Given matrix $A = \begin{bmatrix} -3 & 2 \\ 0 & -3 \end{bmatrix}$
The eigenvalues of $A$ are $\lambda_{1,2} = -3$ with algebraic multiplicity 2.
Now to find the eigenvector, we use Gaussian elimination as follows
$$
\quad (A-\lambda I | 0) \Rightarrow \left( \begin{array}{cc|c}
0 & 2 & 0 \\
0 & 0 & 0
\end{array}
\right)\quad \overset{\implies}{R_2/2} \quad \left(\begin{array}{cc|c}
0 & 1 & 0 \\
0 & 0 & 0
\end{array}
\right)
$$
Then we know $x_2=0$, and the eigenvector corresponding to $\lambda_{1,2}$ is $v_1=[ 1 \quad 0]^{T}$.
My questions are:
- Is $x_1$ what we call a free variable? Since it has no specific value. I'm confused because there isn't a leading $1$ in the first row.
- What is the geometric multiplicity? Is it one?
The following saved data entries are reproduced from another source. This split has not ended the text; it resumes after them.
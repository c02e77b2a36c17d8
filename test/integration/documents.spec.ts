import { afterAll, beforeAll, describe, expect, it } from 'vitest';
import { seedTerminal } from '#support/import-project.ts';
import { type TestApp, testApp } from '#support/test-app.ts';

let app: TestApp;
let url: string;

beforeAll(async () => {
  app = await testApp();
  url = `/api/v1/projects/${(await seedTerminal(app)).project.id}/documents/io-list`;
});
afterAll(() => app.close());

describe('the I/O list over the API', () => {
  it('comes as CSV under a safe name that says it is a draft', async () => {
    const viewer = await app.as('viewer');
    const answer = await viewer.get(`${url}.csv`).expect(200);
    expect(answer.headers['content-type']).toContain('text/csv');
    expect(answer.headers['content-disposition']).toMatch(/^attachment; filename="brackwater-terminal-io-list-draft-\d{4}-\d\d-\d\d\.csv"$/);
    expect(answer.text).toContain("GC1-L01,\"Head pulley, bearing drive side\",'=T1.GL1,'+G1,'-GP01");
    expect(answer.text.trimEnd().split('\r\n')).toHaveLength(61);
  });

  it('comes with another delimiter and decimal mark on request', async () => {
    const viewer = await app.as('viewer');
    const { text } = await viewer.get(`${url}.csv?delimiter=semicolon&decimal=comma&bom=false`).expect(200);
    expect(text).toContain(";0,75;");
    expect(text.charCodeAt(0)).not.toBe(0xfeff);
    await viewer.get(`${url}.csv?delimiter=pipe`).expect(422);
  });

  it('comes as a workbook', async () => {
    const viewer = await app.as('viewer');
    const answer = await viewer.get(`${url}.xlsx`).buffer().parse((res, done) => {
      const chunks: Buffer[] = [];
      res.on('data', (chunk: Buffer) => chunks.push(chunk));
      res.on('end', () => done(null, Buffer.concat(chunks)));
    }).expect(200);
    expect(answer.headers['content-disposition']).toMatch(/\.xlsx"$/);
    expect((answer.body as Buffer).subarray(0, 2).toString()).toBe('PK');
  });

  it('is not for strangers, nor for another organisation', async () => {
    await app.stranger().get(`${url}.csv`).expect(401);
    const other = await app.asOther('engineer');
    await other.get(`${url}.csv`).expect(404);
    await other.get(`${url}.xlsx`).expect(404);
  });
});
- Can I diagonalize $A$? I have two eigenvalues and one eigenvector but can I say $\lambda_{1} = -3$ with $v_1=[ 1 \quad 0]^{T}$ and $\lambda_{2} = -3$ with $v_2=[ 1 \quad 0]^{T}$? or I have to have two different eigenvectors for the repeated eigenvector?
Best Answer
For diagonalization you need two linearly independent eigenvectors. In your problem you only have one eigenvector thus your matrix is not diagonalizable.
The free component in the eigenvector is common because any non zero constant multiple of an eigenvector is an eigenvector with the same eigenvalue.